Energie blijkt een additieve grootheid te zijn (gedrag “in de tijd”) en het gevolg hiervan is dat het behoud van energie ook blijkt beschreven te kunnen worden door de som van twee eenheden (eenheden die zich voordoen als een invariante verhouding, product) met intensiteiten die als communicerende vaten kunnen variëren. Energie kunnen we dus modelleren als de eenheid MM<> die zowel door de eenheid M als de eenheid M<> gerealiseerd wordt. We kunnen op die manier inderdaad ook golfverschijnselen modelleren.

Een hoeveelheid kinetische energie kan omgezet worden in een hoeveelheid potentiële energie en omgekeerd. Al deze concepten en inzichten zijn het gevolg van praktische bekommernissen: we zouden graag sommige spontane processen kunnen bevoordelen en andere spontane veranderingen kunnen onmogelijk maken. Empirisch onderzoek heeft echter aangetoond dat dit enkel binnen bepaalde grenzen kan. Energie die in een transformatieproces verloren zou gaan wordt dan begrepen als getransformeerd naar een vorm die binnen de context van onze werkelijkheid en voor het beoogde voordeel van het agens-in-context niet meer als mogelijke bron van verandering kan gebruikt worden. De energie die ter beschikking is wordt dan “exergie” genoemd en de onbeschikbaar geworden energie nemen we typisch waar als warmtestraling, een golfverschijnsel met een intensiteit maar zonder ordening.

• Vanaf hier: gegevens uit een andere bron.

package bedmark.pack;

import static org.junit.jupiter.api.Assertions.assertArrayEquals;
import static org.junit.jupiter.api.Assertions.assertEquals;
import static org.junit.jupiter.api.Assertions.assertNotEquals;
import static org.junit.jupiter.api.Assertions.assertThrows;

import bedmark.document.Branch;
import bedmark.document.Node;
import bedmark.document.Pointer;
import bedmark.document.Refused;
import bedmark.json.JsonReader;
import bedmark.json.JsonWriter;
import bedmark.survey.Survey;
import java.io.IOException;
import java.math.BigDecimal;
import java.nio.charset.StandardCharsets;
import java.nio.file.Files;
import java.nio.file.Path;
import java.time.OffsetDateTime;
import java.util.Arrays;
import java.util.List;
import java.util.Map;
import java.util.UUID;
import java.util.function.UnaryOperator;
import org.junit.jupiter.api.BeforeEach;
import org.junit.jupiter.api.Test;
import org.junit.jupiter.api.io.TempDir;

/** A receipt says what the office has, and nobody but the office can say it. */
class ReceiptTest {
    private static final UUID PACK = UUID.fromString("11111111-1111-4111-8111-111111111111");

    @TempDir
    Path folder;
    private DeviceKey key;
    private Receipt receipt;

    @BeforeEach
    void prepare() {
        key = DeviceKey.of(folder.resolve("office"));
        List<Receipt.Item> items = Samples.bundle(Map.of("a.png", BagForge.PHOTO)).surveys().stream()
                .map(Receipt.Item::of).toList();
        receipt = Receipt.of(UUID.fromString("22222222-2222-4222-8222-222222222222"),
                OffsetDateTime.parse("2026-03-02T10:15:00+01:00"),
                new Receipt.Office(UUID.fromString("33333333-3333-4333-8333-333333333333"), "Oficina de la planta ñ"),
                PACK, "ab".repeat(32), items);
    }

    private String refusal(byte[] bytes) {
        return assertThrows(Refused.class, () -> ReceiptReader.read(bytes)).defect().code();
    }

    private byte[] signedAs(UnaryOperator<Branch> change) {
        return ReceiptWriter.text(new Receipt(change.apply(receipt.document())), key);
    }

    @Test
    void whatTheOfficeWroteIsReadBackWhole() {
        Path file = ReceiptWriter.write(receipt, key, folder.resolve(ReceiptWriter.fileName(receipt)));
        SignedReceipt read = ReceiptReader.read(file);
        assertEquals(receipt, read.receipt());
        assertEquals(key.fingerprint(), read.fingerprint());
        assertEquals(PACK, read.receipt().pack());
        assertEquals("Oficina de la planta ñ", read.receipt().office().name());
        assertEquals(OffsetDateTime.parse("2026-03-02T10:15:00+01:00"), read.receipt().receivedAt());
        assertEquals(1, read.receipt().items().get(0).revision());
    }

    @Test
    void sameReceiptIsAlwaysTheSameFile() {
        assertArrayEquals(ReceiptWriter.text(receipt, key), ReceiptWriter.text(receipt, key));
    }

    @Test
    void unknownKeysAreKeptAndSigned() {
        SignedReceipt read = ReceiptReader.read(signedAs(document -> document.with("ledger", Node.number(7))));
        assertEquals(BigDecimal.valueOf(7), read.receipt().document().number("ledger").orElseThrow());
    }

    @Test
    void everyFlippedBitIsNoticed() {
        byte[] text = ReceiptWriter.text(receipt, key);
        for (int i = 0; i < text.length; i++) {
            byte[] flipped = text.clone();
            flipped[i] ^= (byte) (1 << i % 8);
            assertThrows(Refused.class, () -> ReceiptReader.read(flipped), "byte " + i);
        }
        for (int length = 0; length < text.length; length++) {
            byte[] cut = Arrays.copyOf(text, length);
            assertThrows(Refused.class, () -> ReceiptReader.read(cut), "cut at " + length);
        }
    }

    @Test
    void anotherSpellingOrAnotherKeyIsRefused() {
        byte[] text = ReceiptWriter.text(receipt, key);
        assertEquals("signed-signature-wrong", refusal(JsonWriter.compact(JsonReader.read(text).root())));
        byte[] other = ReceiptWriter.text(receipt, DeviceKey.of(folder.resolve("other")));
        Branch mixed = JsonReader.read(text).root()
                .with("key", JsonReader.read(other).root().text("key").orElseThrow());
        assertEquals("signed-signature-wrong", refusal(JsonWriter.indented(mixed)));
        assertEquals("signed-key-wrong", refusal(JsonWriter.indented(mixed.with("key", "none"))));
        assertEquals("signed-signature-wrong", refusal(JsonWriter.indented(mixed.with("signature", "?"))));
    }

    @Test
    void whatIsNoReceiptOfThisVersionIsRefused() {
        assertEquals("format-unknown", refusal(signedAs(document -> document.with("format", "bedmark.bundle"))));
        assertEquals("version-unknown", refusal(signedAs(document -> document.with("version", Node.number(2)))));
        assertEquals("value-empty", refusal(signedAs(document -> document.with("surveys", Node.Series.of()))));
        Node item = receipt.document().series("surveys").get(0);
        assertEquals("receipt-survey-twice", refusal(signedAs(document ->
                document.with("surveys", Node.Series.of(item, item)))));
        assertEquals("text-wrong", refusal(signedAs(document ->
                document.with(Pointer.of("pack", "sha256"), Node.text("ab")))));
        assertEquals("key-absent", refusal(JsonWriter.indented(receipt.document())));
    }

    @Test
    void fileThatIsAbsentOrTooLargeIsNamed() throws IOException {
        Path file = folder.resolve("none.json");
        assertEquals("receipt-absent",
                assertThrows(Refused.class, () -> ReceiptReader.read(file)).defect().code());
        Files.writeString(file, " ".repeat(ReceiptReader.LONGEST + 1), StandardCharsets.UTF_8);
        assertEquals("receipt-too-large",
                assertThrows(Refused.class, () -> ReceiptReader.read(file)).defect().code());
        Path gone = folder.resolve("gone/receipt.json");
        assertEquals("receipt-vanished",
                assertThrows(Refused.class, () -> ReceiptWriter.write(receipt, key, gone)).defect().code());
    }

    @Test
    void contentIsWhatWasEnteredAndNotWhereItStandsOrHowItWasJudged() {
        Branch survey = Samples.bundle(Map.of("a.png", BagForge.PHOTO)).surveys().get(0).document()
                .with("readings", JsonReader.read("{\"b\":9.50,\"a\":{\"d\":1,\"c\":2}}".getBytes(
                        StandardCharsets.UTF_8)).root());
        String digest = SurveyContent.sha256(new Survey(survey));
        assertEquals(digest, SurveyContent.sha256(new Survey(survey.with("assessment", Branch.EMPTY)
                .with("readings", JsonReader.read("{\"a\":{\"c\":2,\"d\":1},\"b\":9.50}".getBytes(
                        StandardCharsets.UTF_8)).root()))));
        assertNotEquals(digest, SurveyContent.sha256(new Survey(survey
                .with(Pointer.of("readings", "b"), Node.number(new BigDecimal("9.5"))))));
        assertNotEquals(digest, SurveyContent.sha256(new Survey(survey.with("notes", ""))));
    }
}
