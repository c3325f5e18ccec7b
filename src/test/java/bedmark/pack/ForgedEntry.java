package bedmark.pack;

import java.io.ByteArrayOutputStream;
import java.io.IOException;
import java.io.UncheckedIOException;
import java.nio.charset.StandardCharsets;
import java.util.zip.CRC32;
import java.util.zip.Deflater;
import java.util.zip.DeflaterOutputStream;

/** One entry of a forged archive: sound when made, every field open to lies. */
final class ForgedEntry {
    byte[] localName;
    byte[] centralName;
    byte[] data;
    byte[] descriptor = {};
    byte[] localExtra = {};
    byte[] centralExtra = {};
    byte[] comment = {};
    byte[] gapBefore = {};
    int version = 20;
    int madeBy = 0x0314;
    int flags;
    int localFlags;
    int method;
    int localMethod;
    int localTime;
    long crc;
    long size;
    long packed;
    long localCrc;
    long localSize;
    long localPacked;
    int attributes = 0x81A4_0000;
    int disk;
    /** Added to the place that the directory tells. */
    int shift;
    /** Whether only the directory knows the entry; it then points to where the one before begins. */
    boolean centralOnly;
    /** Whether the directory does not know the entry. */
    boolean localOnly;

    static ForgedEntry stored(String name, byte[] content) {
        ForgedEntry entry = new ForgedEntry();
        entry.named(name);
        entry.data = content;
        entry.sizes(content, content.length);
        return entry;
    }

    static ForgedEntry deflated(String name, byte[] content) {
        ForgedEntry entry = stored(name, content);
        entry.data = deflate(content);
        entry.method = 8;
        entry.localMethod = 8;
        entry.sizes(content, entry.data.length);
        return entry;
    }

    void named(String name) {
        localName = name.getBytes(StandardCharsets.UTF_8);
        centralName = localName;
        if (name.length() != localName.length) {
            flags |= 0x0800;
            localFlags |= 0x0800;
        }
    }

    private void sizes(byte[] content, int packedLength) {
        CRC32 sum = new CRC32();
        sum.update(content);
        crc = sum.getValue();
        localCrc = crc;
        size = content.length;
        localSize = size;
        packed = packedLength;
        localPacked = packed;
    }

    static byte[] deflate(byte[] content) {
        ByteArrayOutputStream bytes = new ByteArrayOutputStream();
        try (DeflaterOutputStream out = new DeflaterOutputStream(bytes, new Deflater(9, true))) {
            out.write(content);
        } catch (IOException e) {
            throw new UncheckedIOException(e);
        }
        return bytes.toByteArray();
    }
}
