import { command } from "@/app/_server/handle";
import { editInstrument } from "@/modules/methods";

export const PUT = command(editInstrument);
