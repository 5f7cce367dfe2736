import { command } from "@/app/_server/handle";
import { editPoint } from "@/modules/systems";

export const PUT = command(editPoint);
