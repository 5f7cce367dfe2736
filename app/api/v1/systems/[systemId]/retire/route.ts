import { command } from "@/app/_server/handle";
import { retireSystem } from "@/modules/systems";

export const POST = command(retireSystem);
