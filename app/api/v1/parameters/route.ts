import { command, query } from "@/app/_server/handle";
import { createParameter, listParameters } from "@/modules/methods";

export const GET = query(listParameters);
export const POST = command(createParameter);
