/** Applies rotations from … i − 1 to row i and makes rotation i. */
function finishRow(l: usize, v: usize, from: i32, i: i32): void {
  let t = f64.load(v);
  let p = l + bytes(from);
  let rotation = scratch + (<usize>from << 4);
  for (let k = from; k < i; k++) {
    const c = f64.load(rotation);
    const s = f64.load(rotation, 8);
    const x = f64.load(p);
    f64.store(p, c * x + s * t);
    t = c * t - s * x;
    p += 8;
    rotation += 16;
  }
  if (t == 0) {
    f64.store(rotation, 1);
    f64.store(rotation, 0, 8);
    return;
  }
  const x = f64.load(p);
  const r = sqrt(x * x + t * t);
  f64.store(p, r);
  f64.store(rotation, x / r);
  f64.store(rotation, t / r, 8);
}

/** Row k of block and U minus `factor` times row j: columns 0 … j of the block (zeros follow), all of U. */
function subtractRow(bk: usize, bj: usize, j: i32, uk: usize, uj: usize, w: i32, factor: f64): void {
  const f = f64x2.splat(factor);
  for (let i = 0; i <= j; i += 2) {
    v128.store(bk, f64x2.sub(v128.load(bk), f64x2.mul(f, v128.load(bj))));
    bk += 16;
    bj += 16;
  }
  for (let i = 0; i < w; i += 2) {
    v128.store(uk, f64x2.sub(v128.load(uk), f64x2.mul(f, v128.load(uj))));
    uk += 16;
    uj += 16;
  }
}

export function reduce(
  lAt: i32,
  lStride: i32,
  start: i32,
  w: i32,
  uAt: i32,
  qAt: i32,
  stride: i32,
  delta: f64,
): i32 {
  const ls = bytes(lStride);
  const us = bytes(stride);
  const u = bytes(uAt);
  const q = bytes(qAt);
  const even = w + (w & 1);
  const bs = bytes(even);
  const block = scratch;
  const inverse = scratch + <usize>w * bs;
  const corner = bytes(lAt + start * lStride + start);
  memory.fill(u, 0, <usize>w * us);
  memory.fill(q, 0, <usize>w * us);
  for (let i = 0; i < w; i++) {
    const row = block + <usize>i * bs;
    memory.fill(row, 0, bs);
    memory.copy(row, corner + <usize>i * ls, bytes(i + 1));
    f64.store(inverse + bytes(i), 1.0 / f64.load(row + bytes(i)));
    f64.store(u + <usize>i * us + bytes(i), 1);
    f64.store(q + <usize>i * us + bytes(i), 1);
  }
  let operations = 0;
  let swapsLeft = MAX_SWAPS_PER_ROW * w;
  let k = 1;
  while (k < w) {
    const high = block + <usize>k * bs;
    const low = high - bs;
    const uh = u + <usize>k * us;
    const at = bytes(k - 1);
    const factor = f64.load(high + at) * f64.load(inverse + at) + ROUND - ROUND;
    if (factor != 0) {
      operations++;
      subtractRow(high, low, k - 1, uh, uh - us, w, factor);
    }
    const a = f64.load(high + at);
    const b = f64.load(high + at, 8);
    const d = f64.load(low + at);
    const square = a * a + b * b;
    if (square < delta * (d * d)) {
      if (--swapsLeft < 0) {
        operations = -1;
        break;
      }
      operations++;
      exchange(block, bs, inverse, w, u, q, us, k, sqrt(square));
      k = k > 1 ? k - 1 : 1;
    } else {
      if (isLong(high, inverse, k - 1)) operations += reduceRow(block, bs, inverse, u, us, k, k - 2, w);
      k++;
    }
  }
  for (let i = 1; i < w; i++) operations += reduceRow(block, bs, inverse, u, us, i, i - 1, w);
  for (let i = 0; i < w; i++) memory.copy(corner + <usize>i * ls, block + <usize>i * bs, bytes(i + 1));
  transpose(q, us, w);
  return operations;
}

/** Whether any of the first `count` entries exceeds LONG times its diagonal. */
function isLong(row: usize, inverse: usize, count: i32): bool {
  let most = f64x2.splat(0);
  const stop = bytes(count & ~1);
  let at: usize = 0;
  for (; at < stop; at += 16) {
    most = f64x2.max(most, f64x2.abs(f64x2.mul(v128.load(row + at), v128.load(inverse + at))));
  }
  if (count & 1 && abs(f64.load(row + at) * f64.load(inverse + at)) > LONG) return true;
  return max(f64x2.extract_lane(most, 0), f64x2.extract_lane(most, 1)) > LONG;
}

Kinetische en potentiële energie

We zullen nu dank zij het haakformalisme aantonen dat het “iets” waarnaar het begrip energie verwijst niet anders is dan de grootte van het onderscheidingen universum dat een bepaald agens, al dan niet gedwongen, als invariant kan beschouwen. Dit doen we door aan te tonen dat we kunnen spreken van een nieuw geconstrueerde eenheid “algemene kinetische energie” en “algemene potentiële energie” waarvan de intensiteiten door een vaste som met elkaar gerelateerd zijn. De uitbreiding naar sommen met meerdere componenten ligt dan voor de hand.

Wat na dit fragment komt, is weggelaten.